In theory, that means if he gets anything else on that email address
it’s because I or my service provider did something bad – like share
the email address with someone else, accidentally or otherwise.

In theory.

And the theory is correct most of the time.

“… spammers are always on the lookout for new ways to
identify and capture valid, working email addresses.”

Unfortunately, “most of the time” isn’t “100% of the time”.

If we examine the path(s) that email relating to, say, a newsletter
subscription can take, we’ll see that there are other opportunities for
that email address to be captured by spammers.

  • Spyware – the few reports I’ve gotten have been
    from people I trust are on top of this, but it needs to be included. If
    you have spyware or some kind of virus on your machine all bets are
    off.
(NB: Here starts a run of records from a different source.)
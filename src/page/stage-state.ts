/**
 * What the stage page shows and what it may ask for. Plain data only (JSON as it travels): the
 * live shell builds a `StageState` from the session (`stageStateOf`), the page server publishes it,
 * and every request the page makes arrives as a `StageControl` that the shell carries out through
 * the engine's own control actions, so the page and the pedals never disagree.
 */

/** A note name as a player writes it: `G♯4` and `G♯` with the real sharp and flat signs. */
export type NoteName = string;

/** The piece in force; `index` and `count` are those of a concert programme (a lone piece is 1 of 1). */
export interface StagePiece {
  readonly title: string;
  readonly index: number;
  readonly count: number;
  /** Whether previous and next can move anywhere (false without a programme, or at its ends). */
  readonly canPrevious: boolean;
  readonly canNext: boolean;
}

export interface StageTuning {
  /** The preset id (or file name) and its full name. */
  readonly id: string;
  readonly name: string;
  /** The tuning picture (SVG text), or undefined when none was drawn. Sent to the page only when it changes. */
  readonly picture?: string | undefined;
}

/** One of the twelve keys of an octave and the spelling it gives now. */
export interface StageKey {
  /** 0 = C … 11 = B. */
  readonly chroma: number;
  readonly black: boolean;
  /** `G♯` or `A♭`. */
  readonly spelling: NoteName;
  /** That spelling's distance from 12-ET at the reference, in cents. */
  readonly cents: number;
}

export interface StageNote {
  readonly spelling: NoteName;
  readonly key: number;
  readonly cents: number;
  readonly hz: number;
  /** Its key is up and a pedal keeps it sounding. */
  readonly pedalHeld: boolean;
}

export interface StageLatches {
  readonly flip: boolean;
  readonly freeze: boolean;
  readonly force: 'sharps' | 'flats' | null;
  /** The window shifted by this many fifths (0: as the strategy has it). */
  readonly shift: number;
}

export interface StagePedals {
  readonly sustain: boolean;
  readonly sostenuto: boolean;
}

export interface StageWarning {
  /** Increases with every warning, so the page knows which it has shown. */
  readonly id: number;
  readonly text: string;
}

export interface StageState {
  readonly piece: StagePiece;
  readonly tuning: StageTuning;
  /** The reference pitch, as `A4 = 415 Hz`. */
  readonly reference: string;
  /** `follow`, `key`, `fixed`. */
  readonly strategy: string;
  /** The key in force in words (`D minor`, or the tonic alone when the mode is not known), or null. */
  readonly key: string | null;
  /** The window in force, as `E♭..G♯`. */
  readonly window: string;
  /** The twelve keys C … B with their spellings now. */
  readonly keys: readonly StageKey[];
  readonly sounding: readonly StageNote[];
  readonly pedals: StagePedals;
  readonly latches: StageLatches;
  /** The bar when following a score, else null. */
  readonly bar: number | null;
  /** The latest warnings, oldest first, in words. */
  readonly warnings: readonly StageWarning[];
  /** True while new notes sound in 12-ET at the reference (the comparison control). */
  readonly passing: boolean;
  /** The output is connected to the synth. */
  readonly synthConnected: boolean;
}

/**
 * What the page may ask for. The switches name the state wanted (`on`), not a toggle, so a
 * request sent twice, or crossing a pedal press, still ends where the player meant.
 */
export type StageControl =
  | { readonly kind: 'panic' }
  | { readonly kind: 'piece'; readonly step: 1 | -1 }
  | { readonly kind: 'set-key'; readonly key: string }
  | { readonly kind: 'flip'; readonly on: boolean }
  | { readonly kind: 'freeze'; readonly on: boolean }
  | { readonly kind: 'compare-12et'; readonly on: boolean };

/** What became of a request: done, or refused with a reason in words the page shows. */
export type StageControlResult = { readonly ok: true } | { readonly ok: false; readonly reason: string };

const SWITCHES = new Set(['flip', 'freeze', 'compare-12et']);

/**
 * Checks a request that came over the wire (anything at all) and returns it typed, or a reason.
 * Only these six shapes pass; no field beyond them is read.
 */
export function parseStageControl(value: unknown): StageControl | string {
  if (typeof value !== 'object' || value === null) return 'a control must be an object';
  const v = value as Record<string, unknown>;
  const kind = v['kind'];
  if (kind === 'panic') return { kind };
  if (kind === 'piece') {
    const step = v['step'];
    return step === 1 || step === -1 ? { kind, step } : 'piece: step must be 1 or -1';
  }
  if (kind === 'set-key') {
    const key = v['key'];
    return typeof key === 'string' && key.length > 0 && key.length <= 40 ? { kind, key } : 'set-key: key must be a short text such as "D minor"';
  }
  if (typeof kind === 'string' && SWITCHES.has(kind)) {
    const on = v['on'];
    if (typeof on !== 'boolean') return `${kind}: on must be true or false`;
    return { kind: kind as 'flip' | 'freeze' | 'compare-12et', on };
  }
  return `unknown control ${JSON.stringify(kind)}`;
}
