/**
 * A random performance of `events` events from `sources` devices (source 1 is a pedal box), with
 * unplugging when `hotplug` is set. Every event is checked against the flags by an independent
 * reading of the stream (a candidate that would hit a known defect is drawn again).
 */
export function generatePerformance(options: { seed: number; events: number; setup: FuzzSetup; flags: FuzzFlags; sources: number; hotplug: boolean }): FuzzStep[] {
  const { setup, flags, sources } = options;
  const rng = new Prng(options.seed);
  const streams = Array.from({ length: sources }, () => new ReferenceStream());
  const held = Array.from({ length: sources }, () => new Map<number, number>()); // channel·128 + key → channel
  const unplugged = new Set<number>();
  const plugAt = new Map<number, number>();
  const steps: FuzzStep[] = [];
  let time = 0;
  const realTime = flags.foundDefects ? REAL_TIME : REAL_TIME_NO_SENSING;
  const anyByte = (): number => {
    const b = rng.int(0, 255);
    return b === 0xfe && !flags.foundDefects ? 0xf8 : b;
  };

  const channelMessage = (source: number, status: number, data: number[]): number[] => {
    // Running status when the stream allows it, now and then.
    const bytes = streams[source]!.runningStatus === status && rng.chance(0.4) ? [...data] : [status, ...data];
    if (rng.chance(0.08)) bytes.splice(rng.int(1, bytes.length), 0, rng.pick(realTime)); // a real-time byte inside
    return bytes;
  };

  const candidate = (source: number): number[] => {
    const r = rng.next();
    const channel = rng.chance(0.85) ? 0 : rng.int(0, 15);
    const heldHere = held[source]!;
    const key = rng.chance(0.95) ? rng.int(21, 108) : rng.int(0, 127);
    if (r < 0.3) return channelMessage(source, 0x90 | channel, [key, rng.int(1, 127)]);
    if (r < 0.5) {
      const keys = [...heldHere.keys()];
      if (keys.length === 0) return [];
      const id = rng.pick(keys);
      return rng.chance(0.5) ? channelMessage(source, 0x80 | (id >> 7), [id & 127, rng.int(0, 127)]) : channelMessage(source, 0x90 | (id >> 7), [id & 127, 0]);
    }
    if (r < 0.53) return channelMessage(source, 0x80 | channel, [key, 64]); // a stray note-off (or not: whatever is held)
    if (r < 0.56) {
      const keys = [...heldHere.keys()];
      if (keys.length === 0) return [];
      const id = rng.pick(keys);
      return channelMessage(source, 0x90 | (id >> 7), [id & 127, rng.int(1, 127)]); // a duplicate note-on
    }
    if (r < 0.64) return channelMessage(source, 0xb0 | channel, [64, rng.pick([0, 127, rng.int(0, 127)])]);
    if (r < 0.68) return channelMessage(source, 0xb0 | channel, [66, rng.pick([0, 127, rng.int(0, 127)])]);
    if (r < 0.72) {
      const v = rng.chance(0.2) ? 8192 : rng.int(0, 16383);
      return channelMessage(source, 0xe0 | channel, [v & 127, v >> 7]);
    }
    if (r < 0.735) return channelMessage(source, 0xb0 | channel, [123, 0]); // All Notes Off
    if (r < 0.745) return channelMessage(source, 0xb0 | channel, [120, 0]); // All Sound Off
    if (r < 0.755) return channelMessage(source, 0xb0 | channel, [121, 0]); // Reset All Controllers
    if (r < 0.765) return channelMessage(source, 0xb0 | channel, [rng.int(122, 127), rng.pick([0, 1, 127])]); // local control, mode messages
    if (r < 0.78) {
      // The keyboard's RPN 0 (its wheel range), then the null RPN.
      const bytes = [0xb0 | channel, 101, 0, 100, 0, 6, rng.int(0, 24)];
      if (rng.chance(0.5)) bytes.push(38, rng.int(0, 99));
      if (rng.chance(0.7)) bytes.push(101, 127, 100, 127);
      return bytes;
    }
    if (r < 0.79) return [0xb0 | channel, 101, 0, 100, rng.int(1, 6), 6, rng.int(0, 127), rng.pick([96, 97]), 0]; // other RPNs, data increment/decrement
    if (r < 0.805) return [0xb0 | channel, 99, rng.int(0, 127), 98, rng.int(0, 127), 6, rng.int(0, 127), 38, rng.int(0, 127)]; // NRPN
    if (r < 0.83) return channelMessage(source, rng.pick([0xa0, 0xb0, 0xc0, 0xd0]) | channel, [rng.int(0, 119), rng.int(0, 127)]).slice(0, 3);
    if (r < 0.84) return [0xf0, 0x7d, ...Array.from({ length: rng.int(0, 20) }, () => rng.int(0, 127)), 0xf7];
    if (r < 0.85) return [0xf0, 0x7d, ...Array.from({ length: rng.int(0, 8) }, () => rng.int(0, 127))]; // never finished
    if (r < 0.87) return Array.from({ length: rng.int(1, 6) }, anyByte); // garbage
    if (r < 0.88) return [rng.pick(realTime)];
    if (r < 0.9) return [0xf2, rng.int(0, 127), rng.int(0, 127), 0xf6, 0xf1, rng.int(0, 127)].slice(0, rng.int(1, 6)); // system common, maybe cut
    // Otherwise release something: performances keep moving.
    const keys = [...heldHere.keys()];
    if (keys.length === 0) return [];
    const id = rng.pick(keys);
    return channelMessage(source, 0x80 | (id >> 7), [id & 127, 0]);
  };

  for (let n = 0; n < options.events; n++) {
    time += rng.chance(0.003) ? rng.int(1000, 5000) : rng.chance(0.3) ? 0 : rng.int(1, 40);
    // A device comes back a few events after it was unplugged.
    const back = [...plugAt].find(([, at]) => at <= n);
    if (back) {
      plugAt.delete(back[0]);
      unplugged.delete(back[0]);
      steps.push({ time, source: back[0], hotplug: 'plug' });
      continue;
    }
    if (options.hotplug && rng.chance(0.004)) {
      const source = rng.int(0, sources - 1);
      if (!unplugged.has(source)) {
        // Known defect (item 1): the engine's pedals outlive the device; lift them before it goes.
        if (!flags.knownDefects) {
          const lift = [0xb0, 64, 0, 66, 0];
          streams[source]!.feed(lift);
          steps.push({ time, source, bytes: lift });
        }
        unplugged.add(source);
        plugAt.set(source, n + rng.int(3, 60));
        streams[source]!.cut();
        held[source]!.clear();
        steps.push({ time, source, hotplug: 'unplug' });
        continue;
      }
    }
    const source = sources > 1 && rng.chance(0.15) ? 1 : 0;
    if (unplugged.has(source)) continue;
    let bytes: number[] = [];
    let messages: number[][] = [];
    for (let attempt = 0; attempt < 20; attempt++) {
      const trial = candidate(source);
      const stream = streams[source]!.clone();
      const parsed = stream.feed(trial);
      if (!flags.knownDefects && parsed.some((m) => knownDefect(m, setup))) continue;
      bytes = trial;
      messages = parsed;
      streams[source] = stream;
      break;
    }
    if (bytes.length === 0) continue;
    for (const m of messages) {
      const kind = m[0]! & 0xf0;
      if (m[0]! >= 0xf0) continue;
      const id = ((m[0]! & 15) << 7) | m[1]!;
      if (kind === 0x90 && m[2]! > 0) held[source]!.set(id, m[0]! & 15);
      else if (kind === 0x80 || kind === 0x90) held[source]!.delete(id);
    }
    // Cut into packets anywhere, as USB packets and serial reads do.
    for (let i = 0; i < bytes.length; ) {
      const length = rng.chance(0.7) ? bytes.length : rng.int(1, 3);
      steps.push({ time, source, bytes: bytes.slice(i, i + length) });
      i += length;
    }
  }
  for (const source of unplugged) steps.push({ time, source, hotplug: 'plug' });
  return steps;
}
Anything you do could be monitored and data could be captured.
    From the moment you fill in a subscribe form, to every time you read an
    email, spyware could be watching for anything that looks like an email
    address and sending it off to some kind of spammer central. We often
    hear of viruses that routinely collect the contents of address books,
    and it’s not at all uncommon for email programs to automatically add
    some recipients to address books, perhaps as a side effect of your
    saying “it’s ok to display images from this person”.

  • Social Media Tools – one of the most frightening
    new “features” I’ve seen of late are social media sites that offer to
    connect you to all of your friends. In order to determine who your
    friends are, they ask you to upload or provide access to your contacts
    list or email address book, even if it’s on some other service.
    Unfortunately, they don’t know which addresses are “real” and which are
    single-purpose addresses. What these sites do with those addresses,
    real or not, is totally unknown. You’re trusting that they
    won’t also end up in the hands of spammers. You could be wrong.

  • The Network – email is typically sent completely
    unencrypted, over unencrypted connections. I’m not talking about WiFi
    connections here, I mean the entire internet. Everything from the DSL
    connection to your ISP, to the ISP-to-ISP connections that make up the
    internet itself. Anyone with access to a router or hub in the right
    place could be sniffing for and collecting anything that looks like an
    email address – or worse. It’s infrequent, but possible, be it in the
    email stream itself, or the sequence of web page fetches that occur
    when you sign up or manage a subscription.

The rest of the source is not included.